Jun 2nd 2023

Ofrendas en Sinestesia; experiments in shared dance rituals
Curated by Marcela Torres
part of Links Hall’s Co-MISSION Curatorial Residency program

Ofrendas en Sinestesia; experiments in shared dance rituals, considers how communities in Pilsen and Little Village practice spirituality as ancestral technology and create contemporary storytelling through transcendent dance ceremonies. The artists will blend together different cultures and their forms of ancestral connection.

In Pilsen, they will curate an outdoor ceremony, inviting artists–including Izayo Mazehualli and Kinniari Vora–to present traditional dances and assist in fire services and sacred objects. Indoor performances at Links Hall include dance and storytelling rooted in ceremonial research and practice. Members of the public are invited to join the artists, exploring how diasporas living in the U.S. create new viewpoints and new genres of performance.

Marcela Torres

is an artist, organizer, and educator that uses strength-building exercises and community rituals, to propose forms of reparations. Using self-care methodologies to share reparative tools with others and to exorcise the intergenerational trauma of colonization. Their physical research builds on Mesoamerican Indigenous rituals, racial struggles within the United States, and contemporary Mexican American diaspora. Torres received a BA in Sculpture Intermedia and a BFA in Art History from the University of Utah, continuing their studies in MFA in Performance form School of the Art Institute Chicago. Torres has performed at the Bemis Center for Contemporary Arts (Omaha, NE), The Momentary (Bentonville, AK), Fringe Festival (Detroit, MI), Experimental Actions (Houston, TX) and Time Based Arts (Portland, Oregon). Torres has exhibited work at Recess (Brooklyn, NY), Hyde Park Art Center (Chicago, IL) UW-Parkside University (Kenosha, WI) , Tropical Contemporary (Eugene, OR), Petzel Gallery (NYC, NY) In 2022 Torres was a Chicago Dance Maker Forum Lab Artist, a Art/Industry resident at John Michael Kohler Arts Center and a Fellow at Franconia Sculpture Park. In April 2023, they will be performing at Performance Space New York.
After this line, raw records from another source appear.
/* SPDX-License-Identifier: MIT
 *
 * Leading singular triplets of a sparse matrix A (short x long) by randomised block Krylov iteration (Musco, Musco
 * 2015, "Randomized block Krylov methods for stronger and faster approximate singular value decomposition", algorithm
 * 2).
 *
 *     symbol   shape                 what
 *     G        long x b              normal numbers; row j from a stream of its own
 *     Q        short x b (q+1)       orthonormal basis of [A G, (AA')A G, ..., (AA')^q A G], block by block
 *     H        b(q+1) x b(q+1)       Q'AA'Q
 *     E        b(q+1) x r            its leading eigenvectors
 *
 * Each block is A A' times the one before, made orthogonal to all earlier ones twice and by QR within (block Lanczos
 * with full orthogonalisation); the inner products that this needs are the columns of H. Then Y = Q E spans the leading
 * left space and the thin SVD A'Y = P S Z' gives the triplets (Y Z, S, P): the singular values are those of A on that
 * space, with the full relative precision that squares would lose.
 *
 * Departure: orthogonalised block by block instead of one QR of the raw Krylov matrix, which loses the small singular
 * values of an ill-conditioned A.
 *
 * b is the rank and four more, rounded up to a full stride, which costs nothing, at most 256; q = 4. Where
 * b(q+1) would pass the shorter side one block as wide as that side is taken, and everything is exact; beyond 256 as
 * many blocks as fit. Cost: 2(q+1) + 3 passes of 2b flops a cell, and short (b(q+1))^2. Parallel in the
 * passes and in all that goes over the lines.
 */
#include "solve/solve_internal.h"

#include <assert.h>

enum {
    BLOCKS_MOST = 5,
    WIDTH_MOST = 256, /* the widest factor that the sweeps take, in full strides, and the largest rank */
};

struct krylov {
    const struct sparse_operator *sparse;
    struct arena arena;
    size_t width, blocks;
    struct matrix basis, raw;               /* Q; A A' times a block: short x b */
    struct matrix across;                   /* long x b */
    struct matrix scaled;                   /* short x b */
    struct matrix left, left_scaled;        /* Y: short x r */
    struct matrix gram, coefficients, tops; /* H; Q'raw, b(q+1) x b; E */
    struct matrix small;                    /* r x r */
    double *eigenvalues, *dense;
};

static size_t smaller(size_t a, size_t b)
{
    return a < b ? a : b;
}

size_t krylov_width(size_t rank, size_t shorter)
{
    size_t width = smaller(factor_stride(rank + 4), WIDTH_MOST);
    return shorter <= BLOCKS_MOST * width && shorter <= WIDTH_MOST ? shorter : width;
}

static void krylov_reserve(struct krylov *k, size_t rank)
{
    size_t shorter = k->sparse->by_short->lines, longer = k->sparse->by_long->lines, all = k->width * k->blocks;
    matrix_reserve(&k->arena, shorter, all);
    matrix_reserve(&k->arena, shorter, k->width);
    matrix_reserve(&k->arena, shorter, k->width);
    matrix_reserve(&k->arena, longer, k->width);
    matrix_reserve(&k->arena, all, all);
    matrix_reserve(&k->arena, all, k->width);
    matrix_reserve(&k->arena, all, rank);
    matrix_reserve(&k->arena, rank, rank);
    matrix_reserve(&k->arena, shorter, rank);
    matrix_reserve(&k->arena, shorter, rank);
    arena_reserve(&k->arena, all, sizeof(double));
    arena_reserve(&k->arena, dense_work_size(longer, all), sizeof(double));
}

static void krylov_carve(struct krylov *k, size_t rank)
{
    size_t shorter = k->sparse->by_short->lines, longer = k->sparse->by_long->lines, all = k->width * k->blocks;
    k->basis = matrix_carve(&k->arena, shorter, all);
    k->raw = matrix_carve(&k->arena, shorter, k->width);
    k->scaled = matrix_carve(&k->arena, shorter, k->width);
    k->across = matrix_carve(&k->arena, longer, k->width);
    k->gram = matrix_carve(&k->arena, all, all);
    k->coefficients = matrix_carve(&k->arena, all, k->width);
    k->tops = matrix_carve(&k->arena, all, rank);
    k->small = matrix_carve(&k->arena, rank, rank);
    k->left = matrix_carve(&k->arena, shorter, rank);
    k->left_scaled = matrix_carve(&k->arena, shorter, rank);
    k->eigenvalues = arena_carve(&k->arena, all, sizeof(double));
    k->dense = arena_carve(&k->arena, dense_work_size(longer, all), sizeof(double));
}

/* to = A from. */
static void apply(struct krylov *k, struct matrix from, struct matrix to)
{
    sweep_multiply(k->sparse->sweep, k->sparse->by_short, k->sparse->short_values, from, to);
    if (k->sparse->short_scale != NULL)
        tall_scale_lines(k->sparse->sweep->context, to, k->sparse->short_scale, to);
}

/* to = A'from; scaled: room of from's shape. */
static void apply_transposed(struct krylov *k, struct matrix from, struct matrix scaled, struct matrix to)
{
    if (k->sparse->short_scale != NULL) {
        tall_scale_lines(k->sparse->sweep->context, from, k->sparse->short_scale, scaled);
        from = scaled;
    }
    sweep_multiply(k->sparse->sweep, k->sparse->by_long, k->sparse->long_values, from, to);
}

/* raw minus its part in the first `count` columns of the basis; coefficients receives that part. */
static void project_out(struct krylov *k, size_t count)
{
    struct matrix done = matrix_left(k->basis, count);
    struct matrix part = k->coefficients;
    part.rows = count;
    if (count == 0)
        return;
    tall_cross(k->sparse->sweep->context, done, k->raw, part, k->dense);
    tall_multiply(k->sparse->sweep->context, -1, done, part, 1, k->raw);
}

/* raw becomes block `b` of the basis. The second round after the QR keeps it orthogonal to the earlier blocks when raw
   was nearly in their span. */
static fescue_status block_add(struct krylov *k, size_t b)
{
    struct matrix none = {0};
    fescue_status status = FESCUE_OK;
    for (int round = 0; round < 2 && status == FESCUE_OK; round++) {
        project_out(k, b * k->width);
        status = dense_qr(k->sparse->sweep->context, k->raw, none, k->dense);
    }
    tall_copy(k->sparse->sweep->context, k->raw, NULL, matrix_columns(k->basis, b * k->width, k->width));
    return status;
}

/* G, so that the numbers of a line depend on the seed and the line alone. */
struct filling {
    struct matrix g;
    uint64_t seed;
};
enum { FILL_LINES = 1024 }; /* a piece for one worker: some 300 us */

static void fill_piece(void *job, size_t piece, size_t worker)
{
    const struct filling *filling = job;
    struct matrix g = filling->g;
    size_t first = piece * FILL_LINES, last = first + FILL_LINES < g.rows ? first + FILL_LINES : g.rows;
    (void)worker;
    for (size_t i = first; i < last; i++) {
        struct random_stream stream = random_open(filling->seed, RANDOM_START, (uint32_t)i);
        for (size_t j = 0; j < g.columns; j++)
            MATRIX_AT(g, i, j) = random_normal(&stream);
    }
}

/* Q and H. */
static fescue_status basis_build(struct krylov *k, uint64_t seed)
{
    fescue_status status;
    struct filling filling = {k->across, seed};
    team_run(k->sparse->sweep->context, (k->across.rows + FILL_LINES - 1) / FILL_LINES, fill_piece, &filling);
    apply(k, k->across, k->raw);
    for (size_t b = 0; b < k->blocks; b++) {
        TRY(block_add(k, b));
        apply_transposed(k, k->raw, k->scaled, k->across);
        apply(k, k->across, k->raw);
        struct matrix part = matrix_columns(k->gram, b * k->width, k->width);
        part.rows = (b + 1) * k->width;
        tall_cross(k->sparse->sweep->context, matrix_left(k->basis, part.rows), k->raw, part, k->dense);
    }
done:
    return status;
}

fescue_status krylov_triplets(const struct sparse_operator *sparse, size_t rank, uint64_t seed, struct matrix of_short,
                              double *spectrum, struct matrix of_long)
{
    size_t shorter = sparse->by_short->lines;
    struct krylov k = {.sparse = sparse, .width = krylov_width(rank, shorter)};
    fescue_context *context = sparse->sweep->context;
    fescue_status status;
    assert(rank >= 1 && rank <= shorter && of_short.rows == shorter);
    k.blocks = smaller(BLOCKS_MOST, shorter / k.width);
    krylov_reserve(&k, rank);
    TRY(arena_open(context, &k.arena));
    krylov_carve(&k, rank);
    TRY(basis_build(&k, seed));
    TRY(dense_eigen(context, k.gram, k.eigenvalues, k.dense));
    for (size_t i = 0; i < k.gram.rows; i++)
        for (size_t j = 0; j < rank; j++)
            MATRIX_AT(k.tops, i, j) = MATRIX_AT(k.gram, i, k.gram.columns - 1 - j);
    tall_multiply(context, 1, k.basis, k.tops, 0, k.left);
    apply_transposed(&k, k.left, k.left_scaled, of_long);
    TRY(dense_svd(context, of_long, spectrum, k.small, k.dense));
    tall_multiply(context, 1, k.left, k.small, 0, of_short);
done:
    arena_close(context, &k.arena);
    return status;
}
Izayotilmahtzin Mazehualli

Izayotilmahtzin Mazehualli (Nahua / Purepecha), also known as Izayo, is an Indigenous/Chicanx cultural educator, dance instructor, martial artist, environmentalist, mental health advocate, and visual artist. He has spent over a decade learning from elders of the Mexican Nahua oral tradition, especifically learning the disciplines of Nahua martial arts, Mihtotilistli dance, and Kauhpowalli, Toltec time-keeping. Based in Chicago, Mazehualli has been teaching classes and conducting Nahua ceremonies since 2017, both in-person and online. Mazehualli shares mindful movements with people of all ages and abilities, emphasizing the integration of mind and body to bring greater self-awareness and understanding of emotional, physical, and mental health. He frequently travels to Mexico where he conducts anthropological research on Indigenous cosmogony, dance tradition, and oral history.

Kinniari Vora

Kinniari Vora shares stories of universal human conditions and emotions through movement, meditation, and theatrical practices. Her movements are rooted in Bharatanatyam (disciple of Sarmishtha Sarkar, India), various Indian folk dances and kalaripayattu martial arts. Her work is guided by ancestral energy, wisdom of nature, and collaborative communion. Kinnari is Co-founder and Artistic Co-chair of Ishti Collective and a dancer collaborator with Surabhi Ensemble.

Partner Organization: El Paseo Community Garden

El Paseo Community Garden’s mission is to strengthen environmental stewardship and civic engagement while protecting equitable green space on behalf of the community. Their governance and leadership structure allows for anyone with a desire to make an impact to do so, growing not only healthy food, but community leaders as well. The outdoor space has become a community center and partner for anyone willing to share accessible community resources. Their goal is to Empower through Nature. Since 2009, El Paseo Community Garden (founded as Growing Station) has been fostering community and wellness for Pilsen residents through stewardship, conservation, placemaking, partnerships, programming, and community gardening. The garden is one of many NeighborSpace protected and community managed spaces in Chicago, with over an acre of equitable greenspace maintained by volunteers and donations. The garden is a converted brownfield site and sits along a path with a native prairie and permaculture food forest on one side and raised beds and an apiary on the other.
Links Hall’s Co-MISSION Curatorial Residency program supports independent, Chicago dance curators, producers, and social practice artists in presenting new and existing performance by their communities, for their communities. In collaboration with Links Hall and a local organization in their own Chicago neighborhoods, the 2022-2023 resident curators will invite artists from their communities to present new or existing performance work at both Links Hall and a neighborhood location. Projects include engaging community events outside of the formal theater environment. Residency awards include artist fees for curators and participating artists; direct funding for neighborhood-based partner organizations; and administrative support, rehearsal space, marketing, and technical production services.